Marston’s has reported like-for-like sales growth of 3% across its managed and franchised pubs in the six months to 2 April.

Underlying group revenue for the period was up 11.5% to £428.7m, with underlying profit before tax up 11.8% to £33.1m.

The group said that average profit per pub was up 13% in 2016, and had increased 44% since 2012

The company opened seven pubs and three lodges in the period, including its first new-build Tavern under the franchise model. Marston’s will open 20 new pubs this financial year, including two Revere bars and five new lodges

In the Destination & Premium arm total revenue was up 9.4% to £204.8m, with total like-for-like sales up 3% on last year. Like-for-like food sales up by 2.2%, which the group said was assisted by strong growth in sales of starters, desserts and coffee. In Destination pubs, food now accounts for 59% of total sales (2015: 58%) and in Premium pubs and bars food is 29% of sales (2015: 28%). Like-for-like room income was up 11.8% and wet like-for-like sales grew 3.5%, including own-brewed premium ale volumes up 7% and premium lager up 15%. Underlying operating profit for Destination & Premium of £34.8m was up 10.1% .

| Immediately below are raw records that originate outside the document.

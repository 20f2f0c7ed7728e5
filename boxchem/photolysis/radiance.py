"""Compiled radiance sweeps of the source-function technique (used by :mod:`.actinic`).

For every column (solar zenith angle, ozone column, wavelength bin) and every
Gauss direction mu, the diffuse radiance u = 2 pi I (per unit extraterrestrial
flux, so that the actinic flux is the integral of u over mu in [-1, 1]) is
carried through the homogeneous layers, from the Lambertian ground up and from
the top (no diffuse light) down:

    u_out = u_in exp(-dtau / mu) + int_0^dtau S(x) exp(-x / mu) dx / mu

with the source of each layer (single-scattering albedo w0)

    S = w0 / 2 [m0 (1 + P2(mu) r2 / 2) + beam p(mu, mu0)],  p = 1 + P2(mu) P2(mu0) / 2,

m0 the actinic flux of the diffuse light and r2 its P2 moment over m0
(azimuth-mean Rayleigh phase function, Chandrasekhar 1960, Radiative
Transfer, Ch. I).  m0 and the beam are interpolated exponentially in the
layer (exact for the beam, whose slant optical depth is linear in tau), r2
linearly.  The method is described in :func:`boxchem.photolysis.actinic._diffuse_at_box`.

numba compiles the sweep on first use and caches it (``cache=True``); without
numba the same function runs as plain Python (slow, same numbers).
"""
from __future__ import annotations

import math

import numpy as np

try:  # numba is a core dependency; the plain-Python path keeps the numbers without it
    import numba as _numba
except ImportError:  # pragma: no cover
    _numba = None


def _njit(fn):
    if _numba is None:  # pragma: no cover
        return fn
    return _numba.njit(cache=True, nogil=True, error_model="numpy")(fn)


@_njit
def _layer_integral(near, far, decay, delta, trans, mu):
    """int_0^delta s(x) exp(-x/mu) dx/mu for s = near exp(-decay x), far = s(delta), trans = exp(-delta/mu)."""
    d = 1.0 + mu * decay
    if abs(d) < 1e-6:                      # the source grows as fast as the path attenuates
        return near * delta / mu
    return (near - far * trans) / d


@_njit
def radiance_sweep(dtau, w0, trans_mu, beam, slant, m0, ratio2, p2_sun, mu0_pos, d_ground, albedo, mu, weight,
                   box, out_m0, out_r2, out_dground):
    """Sweep every column along every direction.

    Arrays are column-flattened: ``dtau``, ``w0`` (n_layers, n_col); ``beam``,
    ``slant``, ``m0``, ``ratio2`` (n_levels, n_col); ``p2_sun``, ``mu0_pos``,
    ``d_ground`` (n_col,); ``mu``, ``weight`` Gauss directions and weights on
    (0, 1]; ``trans_mu`` (n_mu, n_layers, n_inner) = exp(-dtau / mu) of the
    columns' innermost n_inner (ozone x wavelength) part, which does not
    depend on the solar zenith angle (n_col = n_sza x n_inner).  With
    ``box >= 0`` writes the diffuse actinic flux at that level to
    ``out_m0[0]``; with ``box < 0`` writes m0, r2 of the integrated radiances
    at every level to ``out_m0``, ``out_r2`` and the diffuse downward
    irradiance at the ground to ``out_dground``.  Columns are the innermost
    loop so that every layer reads contiguous memory; the per-layer decay
    rates of the sources (independent of direction) are computed once.
    """
    n_lay, n_col = dtau.shape
    n_inner = trans_mu.shape[2]
    n_sza = n_col // n_inner
    m0_pos = np.maximum(m0, 1e-300)
    # decay rates [per unit optical depth] of the diffuse and beam sources from the top of
    # each layer down (towards the bottom they change sign), and the twilight edge flag
    decay_diffuse = np.zeros((n_lay, n_col))
    decay_beam = np.zeros((n_lay, n_col))
    edge = np.zeros((n_lay, n_col), dtype=np.bool_)
    shape2 = np.zeros((n_lay, n_col))
    for j in range(n_lay):
        for c in range(n_col):
            delta = dtau[j, c]
            safe = delta if delta > 0.0 else 1.0
            decay_diffuse[j, c] = (math.log(m0_pos[j, c]) - math.log(m0_pos[j + 1, c])) / safe
            decay_beam[j, c] = (slant[j + 1, c] - slant[j, c]) / safe
            edge[j, c] = (beam[j, c] > 0.0) != (beam[j + 1, c] > 0.0)
            shape2[j, c] = 0.25 * (ratio2[j, c] + ratio2[j + 1, c])
    every = box < 0
    top_stop = 0 if every else box
    down_stop = n_lay if every else box
    sum0 = np.zeros((n_lay + 1, n_col))
    sum2 = np.zeros((n_lay + 1, n_col))
    u = np.empty(n_col)
    for k in range(mu.size):
        m = mu[k]
        wk = weight[k]
        p2 = 0.5 * (3.0 * m * m - 1.0)
        for c in range(n_col):
            u[c] = 2.0 * albedo * (mu0_pos[c] * beam[n_lay, c] + d_ground[c])
            sum0[n_lay, c] += wk * u[c]
            sum2[n_lay, c] += wk * p2 * u[c]
        for direction in range(2):                              # 0: ground up, 1: top down
            if direction == 1:
                u[:] = 0.0
            n_steps = (n_lay - top_stop) if direction == 0 else down_stop
            for step in range(n_steps):
                j = n_lay - 1 - step if direction == 0 else step
                sign = 1.0 if direction == 0 else -1.0
                near = j if direction == 0 else j + 1
                far = j + 1 if direction == 0 else j
                level = j if direction == 0 else j + 1
                for isza in range(n_sza):
                    phase = 1.0 + 0.5 * p2 * p2_sun[isza * n_inner]
                    for inner in range(n_inner):
                        c = isza * n_inner + inner
                        trans = trans_mu[k, j, inner]
                        w = w0[j, c]
                        source = 0.0
                        if w > 0.0:
                            delta = dtau[j, c]
                            diffuse = _layer_integral(m0_pos[near, c], m0_pos[far, c], sign * decay_diffuse[j, c],
                                                      delta, trans, m)
                            b_near = beam[near, c]
                            if edge[j, c]:                     # ray blocked by the Earth at one end only
                                direct = 0.5 * (b_near + beam[far, c]) * (1.0 - trans)
                            elif b_near > 0.0:
                                direct = _layer_integral(b_near, beam[far, c], sign * decay_beam[j, c], delta,
                                                         trans, m)
                            else:
                                direct = 0.0
                            source = 0.5 * w * ((1.0 + p2 * shape2[j, c]) * diffuse + phase * direct)
                        u[c] = u[c] * trans + source
                        sum0[level, c] += wk * u[c]
                        sum2[level, c] += wk * p2 * u[c]
        if every:
            for c in range(n_col):
                out_dground[c] += wk * m * u[c]
    if every:
        for lev in range(n_lay + 1):
            for c in range(n_col):
                out_m0[lev, c] = max(sum0[lev, c], 0.0)
                r = sum2[lev, c] / sum0[lev, c] if sum0[lev, c] > 0.0 else 0.0
                out_r2[lev, c] = min(max(r, -0.5), 1.0)
    else:
        for c in range(n_col):
            out_m0[0, c] = max(sum0[box, c], 0.0)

In Taverns, total revenue increased by 2.6% to £107.1m, which the group said principally reflected the continued conversion of pubs to its franchise model. Like-for-like sales were up 3.0% and operating margins up 0.1% versus last year. Operating profit was up 0.4&%.

In the Leased division total revenue decreased by 3.6% to £24.2m and underlying operating profit of £12.7m was up 2.4% on last year. Marston’s performance of the core estate was strong with rental income growth of 2%. Operating margin of 52.5% was up 3.1%.

In brewing, total revenue increased by 36.6% to £92.6m, primarily reflecting the benefits of the Thwaites acquisition. Underlying operating profit increased by 16.3% to £10m.

Overall ale volumes were up 22% on last year. Premium cask ale volumes were up 22% and bottled ale volumes up 10%. Hobgoblin continues to grow with sales up 15% on last year, supported by the introduction of Hobgoblin Gold.

Operating margin was down versus last year at 10.8% which reflects the impact of the pub supply arrangement with Thwaites which generates a positive profit contribution, albeit at a low margin percentage.

Capital expenditure was £72.9 m in the first half year (2015: £70.9 million) including £33.6m on new pubs. The group said it expects that capital expenditure will be around £140m this financial year, including around £70m for the construction of at least 20 pub-restaurants, two Revere bars and five lodges.

Proceeds of £27.1m of cash have been received from the sale of 34 pubs and other assets.

Chief executive Ralph Findlay said: “We are encouraged by our first half performance and are on track to meet our expectations for the year. In pubs, we have driven our growth by the organic development of pub-restaurants and franchise-style pubs, and more recently through investment in lodges and premium bars, widening our appeal. In Brewing, we had an excellent first half year and achieved good growth through our industry-leading brands and service.”

On the current outlook, the group said: “After the first few weeks of the second half year, performance remains in line with expectations. Despite more challenging comparatives in the second half year, we remain confident of achieving our targets for the full financial year and are on track to complete the new-build and lodge expansion plans outlined below. We are pleased to declare an interim dividend of 2.6 pence per share representing a 4.0% increase on 2015.

“There are two pieces of Government legislation that come into effect in the second half year. The planned introduction of the Pubs Code in the second half-year will impact the tenanted and leased pub sector. Marston’s Leased pubs generate approximately 15% of our total pub profits, and we are therefore not materially exposed to potential adverse consequences of the legislation. The Living Wage was introduced on 1st April and will increase staff costs in pubs. We had anticipated that staff costs would increase over time, and that the Minimum Wage and Living Wage would converge, so the impact over and above our existing forecasts was relatively modest. We have no plans to review other staff benefits as a consequence of the introduction of the Living Wage.